Zayed set out to carve a modern country in the sand. When the oil started flowing, the city of Abu Dhabi had just 46,000 people, four doctors, and five schools. Rich people had mud houses; poorer families built with reeds. "As students, we were provided with books, transportation, and a small salary," remembers Mohammed Ahmed al Bowardi, a longtime government advisor. "Sheikh Zayed, our country's George Washington, realized that the people needed an incentive to come to school. So that 100 dirham [about $27] meant a lot to us."

As his country became wealthy, Zayed insisted that "not a single grain of sand" be sold. Though most men received plots of land, transferring ownership required the sheikh's approval. As a result, native-born Arabs - rapidly becoming a minority in their own country - got land while outsiders couldn't buy any. That made it difficult to attract foreign investment, especially when oil prices plunged to $18 a barrel in the late 1990s.

The government's most ambitious plan at the time, the Saadiyat Free Zone Authority, an attempt to create a free-market financial and commodities center on a sandy island, never made it past the planning stage. The same fate met a proposal to build a theme park and resort on a man-made breakwater known as Al Lulu Island. One reason: Foreigners couldn't own any land.

Dubai learned that lesson early. The emirate legalized property sales to locals in 1997 and five years later, in certain areas, to foreigners too. Wealthy Middle Easterners - including those in Abu Dhabi - accustomed to buying Italian villas and U.S. T-bills suddenly had viable investment opportunities close to home. Cash poured in, and hotels, condos, and malls sprang up. Soon Dubai was the place where Saudis shopped, Brits tanned, and Russians partied.

As Dubai raced ahead, Abu Dhabi stood still - a Melbourne to a Sydney, a Philadelphia to a New York. One businessman remembers weeds growing out of cracked streets in 2000. Zayed had grown ill, and no one dared to suggest radical changes. Another problem: Zayed technically owned all the land. "The horses were being held behind," says al Bowardi.

That all began to change in 2004, after Zayed's death. Power fell to two of his 19 sons: Sheikh Khalifa, his eldest, became President, and the much younger Sheikh Mohammed became crown prince, taking over the day-to-day running of Abu Dhabi. Soft-spoken but shrewd, Mohammed is considered the most Western of the emirate's leaders. A graduate of Britain's prestigious Sandhurst military academy, he used his control of the UAE's armed forces to amass the economic and political clout he needed to become the heir apparent to Khalifa. (He's also a pretty good fighter pilot.)

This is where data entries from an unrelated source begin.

'use strict';
// Gives the two demo projects the sponsor's cost and finish targets (the ones their assumptions
// state), so that a new run starts with them. A target someone has already set is left alone.
const { QueryTypes } = require('sequelize');
const { DEMO_DRIVERS } = require('./data/demo-drivers.cjs');
const { ORGANIZATION } = require('./data/demo-accounts.cjs');

const projectOf =
  'SELECT p.id FROM Projects p JOIN Organizations o ON o.id = p.organizationId WHERE p.code = ? AND o.name = ?';

module.exports = {
  async up(queryInterface) {
    await queryInterface.sequelize.transaction(async (transaction) => {
      for (const [code, demo] of Object.entries(DEMO_DRIVERS)) {
        const [project] = await queryInterface.sequelize.query(`${projectOf} LIMIT 1 FOR UPDATE`, {
          replacements: [code, ORGANIZATION],
          type: QueryTypes.SELECT,
          transaction,
        });
        if (!project) continue;
        await queryInterface.sequelize.query(
          'UPDATE Projects SET costTarget = COALESCE(costTarget, ?), finishTarget = COALESCE(finishTarget, ?) WHERE id = ?',
          {
            replacements: [demo.targets.cost, demo.targets.finish, project.id],
            type: QueryTypes.UPDATE,
            transaction,
          },
        );
      }
    });
  },

  async down(queryInterface) {
    for (const [code, demo] of Object.entries(DEMO_DRIVERS)) {
      await queryInterface.sequelize.query(
        `UPDATE Projects SET costTarget = NULL, finishTarget = NULL WHERE id IN (SELECT id FROM (${projectOf}) AS demo) AND costTarget = ? AND finishTarget = ?`,
        {
          replacements: [code, ORGANIZATION, demo.targets.cost, demo.targets.finish],
          type: QueryTypes.UPDATE,
        },
      );
    }
  },
};
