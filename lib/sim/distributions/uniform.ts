/**
 * Continuous uniform distribution on [a, b].
 *
 *   F(x) = (x − a)/(b − a);   Q(u) = a + u(b − a);   E = (a + b)/2;   Var = (b − a)²/12.
 *
 * Reference: Johnson, Kotz & Balakrishnan (1995), "Continuous Univariate Distributions",
 * vol. 2, 2nd ed., ch. 26.
 */

import { type DistLocation, requireFinite, requireGreater } from './checks';
import type { Distribution } from './types';

export interface UniformParams {
  low: number;
  high: number;
}

export function createUniform(p: UniformParams, at: DistLocation): Distribution {
  requireFinite(at, 'low', p.low);
  requireFinite(at, 'high', p.high);
  requireGreater(at, 'high', p.high, 'low', p.low);
  const a = p.low;
  const w = p.high - p.low;
  return {
    kind: 'uniform',
    mean: a + w / 2,
    variance: (w * w) / 12,
    base: a + w / 2,
    support: [a, a + w],
    degenerate: false,
    quantile: (u) => a + u * w,
    cdf: (x) => (x <= a ? 0 : x >= a + w ? 1 : (x - a) / w),
    quantileInto(u, out, n) {
      for (let i = 0; i < n; i++) out[i] = a + u[i] * w;
    },
  };
}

One of the first projects to get off the ground was Abu Dhabi's own international carrier, Etihad Airways. The idea was to duplicate the success of Emirates, the airline that helped put Dubai on the map as a tourist destination with its high-class service. So Etihad placed an $8 billion order with Airbus, including four A380s. "It's a function of geography," says James Hogan, Etihad's Australian CEO. "We're in the middle of the world and can act as an air bridge between Europe, Asia, and the U.S."

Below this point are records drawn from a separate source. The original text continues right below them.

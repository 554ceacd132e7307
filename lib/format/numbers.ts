// Numbers, money, working days and percentages, each in one style on every screen. Every
// function writes negatives with the true minus sign and never shows "−0".
import { LOCALE, signed } from './locale';

const cache = new Map<string, Intl.NumberFormat>();
function numberFormat(key: string, make: () => Intl.NumberFormat): Intl.NumberFormat {
  let f = cache.get(key);
  if (!f) {
    f = make();
    cache.set(key, f);
  }
  return f;
}

function currencyFormat(currency: string, options: Intl.NumberFormatOptions, key: string) {
  return numberFormat(`${key}:${currency}`, () => {
    try {
      return new Intl.NumberFormat(LOCALE, {
        style: 'currency',
        currency: currency.toUpperCase(),
        ...options,
      });
    } catch {
      // An unknown code still shows the figure.
      return new Intl.NumberFormat(LOCALE, options);
    }
  });
}

/** A plain number with thousands separators and up to `maxDigits` decimals: "1,234.5", "−12". */
export function formatNumber(value: number, maxDigits = 2, minDigits = 0): string {
  const f = numberFormat(
    `n:${minDigits}:${maxDigits}`,
    () =>
      new Intl.NumberFormat(LOCALE, { minimumFractionDigits: minDigits, maximumFractionDigits: maxDigits }),
  );
  return signed(value, f.format(Math.abs(value)));
}

/** A whole count: "12,000". */
export function formatCount(n: number): string {
  return formatNumber(n, 0);
}

/** Whole units of the currency with thousands separators: "€12,345,678", "−£950". */
export function formatMoney(value: number, currency: string): string {
  return signed(value, currencyFormat(currency, { maximumFractionDigits: 0 }, 'm').format(Math.abs(value)));
}

/** Money with its minor unit, for invoices and prices: "€1,234.50". */
export function formatMoneyExact(value: number, currency: string): string {
  return signed(value, currencyFormat(currency, {}, 'x').format(Math.abs(value)));
}

/** Short money for chart axes and markers, three significant digits: "€12.3m", "€850k". */
export function formatMoneyShort(value: number, currency: string): string {
  const f = currencyFormat(currency, { notation: 'compact', maximumSignificantDigits: 3 }, 's');
  return signed(value, f.format(Math.abs(value)));
}

/** Working days: "190.0 wd". */
export function formatDays(value: number, digits = 1): string {
  return `${formatNumber(value, digits, digits)} wd`;
}

/**
 * A share or a probability (0.123) as a percentage in the one style: "12.3 %" (a space before
 * the sign, one decimal unless asked otherwise). Tiny non-zero shares say so rather than "0.0 %".
 */
export function formatPercent(share: number, digits = 1): string {
  const text = `${formatNumber(share * 100, digits, digits)} %`;
  // A share too small to show is not nothing: "< 0.1 %".
  if (share > 0 && !/[1-9]/.test(text)) return `< ${formatNumber(10 ** -digits, digits, digits)} %`;
  return text;
}

/** A signed share of something, "+12 %", "−8 %", "0 %": changes against a base. */
export function formatSignedPercent(share: number, digits = 0): string {
  const unsigned = `${formatNumber(Math.abs(share) * 100, digits, digits)} %`;
  return signed(share, unsigned, true);
}

/** A signed change, "+€1,250" or "−3.5 wd"; a change that rounds to nothing shows as "0". */
export function formatChange(delta: number, format: (v: number) => string): string {
  const shown = format(Math.abs(delta));
  if (!/[1-9]/.test(shown)) return '0';
  return signed(delta, shown, true);
}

Three years later it's difficult to assess Etihad's success, since it doesn't report earnings, but analysts doubt that two long-haul carriers can profit in such close proximity. "The idea that just anyone can put a stick in the ground and watch it grow into a tree is ludicrous," says Richard Aboulafia, an aviation analyst at Teal Group. "There really isn't enough traffic, not to mention that the European and Asian carriers are starting to fight back." But if the airline's goal is to put Abu Dhabi on the map, it's starting to succeed - it carried three million passengers last year, more than twice the number in 2005.

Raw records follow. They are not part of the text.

'use strict';
// The demo organisation's working calendar: Monday to Friday with an invented list of closure
// days (a year-end shutdown and a few days of the organisation's own), so that finish dates in
// the demo step over holidays as real ones do.
const { QueryTypes } = require('sequelize');
const { ORGANIZATION } = require('./data/demo-accounts.cjs');

const CLOSURES = [
  ['2026-12-24', 'Year-end shutdown'],
  ['2026-12-25', 'Year-end shutdown'],
  ['2026-12-28', 'Year-end shutdown'],
  ['2026-12-29', 'Year-end shutdown'],
  ['2026-12-30', 'Year-end shutdown'],
  ['2026-12-31', 'Year-end shutdown'],
  ['2027-01-01', 'Year-end shutdown'],
  ['2027-04-02', 'Spring holiday'],
  ['2027-04-05', 'Spring holiday'],
  ['2027-05-31', 'Founders day'],
  ['2027-08-30', 'Late summer holiday'],
  ['2027-12-24', 'Year-end shutdown'],
  ['2027-12-27', 'Year-end shutdown'],
  ['2027-12-28', 'Year-end shutdown'],
  ['2027-12-29', 'Year-end shutdown'],
  ['2027-12-30', 'Year-end shutdown'],
  ['2027-12-31', 'Year-end shutdown'],
  ['2028-04-14', 'Spring holiday'],
  ['2028-04-17', 'Spring holiday'],
  ['2028-05-29', 'Founders day'],
  ['2028-08-28', 'Late summer holiday'],
  ['2028-12-25', 'Year-end shutdown'],
  ['2028-12-26', 'Year-end shutdown'],
  ['2028-12-27', 'Year-end shutdown'],
  ['2028-12-28', 'Year-end shutdown'],
  ['2028-12-29', 'Year-end shutdown'],
].map(([date, name]) => ({ date, name }));

module.exports = {
  async up(queryInterface) {
    const [org] = await queryInterface.sequelize.query(
      'SELECT id FROM Organizations WHERE name = ? ORDER BY id LIMIT 1',
      {
        replacements: [ORGANIZATION],
        type: QueryTypes.SELECT,
      },
    );
    if (!org) return; // a database whose demo organisation was removed keeps no demo calendar
    const now = new Date();
    await queryInterface.bulkInsert('WorkCalendars', [
      {
        organizationId: org.id,
        weekdays: '12345',
        holidays: JSON.stringify(CLOSURES),
        version: 1,
        createdAt: now,
        updatedAt: now,
      },
    ]);
  },
  async down(queryInterface) {
    await queryInterface.bulkDelete('WorkCalendars', null, {});
  },
};
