class TestTickRules:
    def one(self, rule, tables, **tick):
        return fired(engine(**tables).on_tick(TickObservation(now_s=100.0, **tick)), rule)

    def test_no_trigger(self):
        tables = {"no_trigger": {"after_s": 5.0}}
        assert not self.one("no_trigger", tables, since_trigger_s=below(5.0))
        firing, = self.one("no_trigger", tables, since_trigger_s=5.0)
        assert firing.seq is None and firing.time_s == 100.0
        assert "5.0 s" in firing.message
        assert not self.one("no_trigger", tables, since_trigger_s=None)

    def test_disk_space_low(self):
        tables = {"disk_space_low": {"min_free_bytes": 2_000_000_000}}
        assert not self.one("disk_space_low", tables, disk_free_bytes=2_000_000_001)
        firing, = self.one("disk_space_low", tables, disk_free_bytes=2_000_000_000)
        assert "2 GB free" in firing.message

    def test_falling_behind(self):
        tables = {"falling_behind": {"queue_fraction": 0.8}}
        assert not self.one("falling_behind", tables, queue_depth=79, queue_capacity=100)
        firing, = self.one("falling_behind", tables, queue_depth=80, queue_capacity=100)
        assert "80 of 100" in firing.message
        assert not self.one("falling_behind", tables, queue_depth=80, queue_capacity=0)

    def test_store_lag(self):
        tables = {"store_lag": {"max_lag_s": 3.0}}
        assert not self.one("store_lag", tables, store_lag_s=below(3.0))
        assert self.one("store_lag", tables, store_lag_s=3.0)


# -- latching ------------------------------------------------------------------------------

def test_standing_condition_fires_once_and_re_arms_when_cleared():
    eng = engine(clipping={"clear_after_traces": 1})
    clipped = [1, 1, 1, 0, 1, 1]
    hits = [bool(fired(eng.on_trace(obs(i, clipped_high=c)), "clipping"))
            for i, c in enumerate(clipped)]
    assert hits == [True, False, False, False, True, False]
    assert "clipping" in eng.active


def test_flickering_condition_fires_once_within_the_clear_hold():
    # Default hold of 3: two clear traces between episodes are not enough to re-arm.
    eng = engine()
    clipped = [1, 0, 1, 0, 0, 1, 0, 0, 0, 1]
    hits = [bool(fired(eng.on_trace(obs(i, clipped_high=c)), "clipping"))
            for i, c in enumerate(clipped)]
    assert hits == [True, False, False, False, False, False, False, False, False, True]


@pytest.mark.parametrize("hold", [1, 2, 5])
def test_clear_hold_is_the_configured_number_of_clear_traces(hold):
    eng = engine(clipping={"clear_after_traces": hold})
    eng.on_trace(obs(0, clipped_high=1))
    for i in range(1, hold):
        eng.on_trace(obs(i))
        assert "clipping" in eng.active, i
    eng.on_trace(obs(hold))
    assert "clipping" not in eng.active
    assert fired(eng.on_trace(obs(hold + 1, clipped_high=1)), "clipping")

The next thing Abu Dhabi needed was a landmark. The answer was the $3 billion Emirates Palace hotel, with its $1,000-a-night rooms and $10,000 suites. It was Abu Dhabi's bid to outdo Dubai's Burj Al Arab, the $1 billion sail-shaped hotel that has become a tourist attraction. The plan worked: While the Emirates Palace doesn't seem to have many guests, it does have gawking European tourists.

But the most important change was Law No. 19. It formally abandoned the old property regime and permitted the sale of land by citizens and, in some areas, the purchase of 99-year leaseholds by foreigners. The real estate boom started immediately.

"Many people here had been investing heavily in Dubai," says Ahmed Ali al Sayegh, who founded Abu Dhabi's first private-property development company, Aldar Properties. "This was the first time they could do something in their own city." When he took Aldar public in 2005, it was oversubscribed more than 450 times. People waited in line overnight to buy villas in Al Raha Gardens, Aldar's first project. The $400,000 units sold out in 45 minutes.

But as much as Aldar was modeled after Emaar Properties, the development company that built much of Dubai, there wasn't a rush to simply copy what Dubai did. After all, beneath that city's glitter are serious problems no one likes to talk about. Its infrastructure is overtaxed, inflation is climbing, and crime and prostitution are on the rise. Abu Dhabi has a more traditional and more religious population, unwilling to sacrifice its way of life for tourist dollars.

That's why it is building the world's second-largest mosque. That's why the Emirates Palace looks right out of The Arabian Nights. That's why the city's planned Central Market has a souk. It's even evident in the advertising. In Dubai, property ads feature pictures of smiling, wine-drinking Westerners frolicking on the beaches. In Abu Dhabi they tend to show Arab families in traditional dress. "We don't seek to become a commoditized destination for mass tourism," says Sheikh Sultan bin Tahnoon al Nahyan, chairman of the new Abu Dhabi Tourism Authority. "We're creating an exclusive, high-end tourist destination."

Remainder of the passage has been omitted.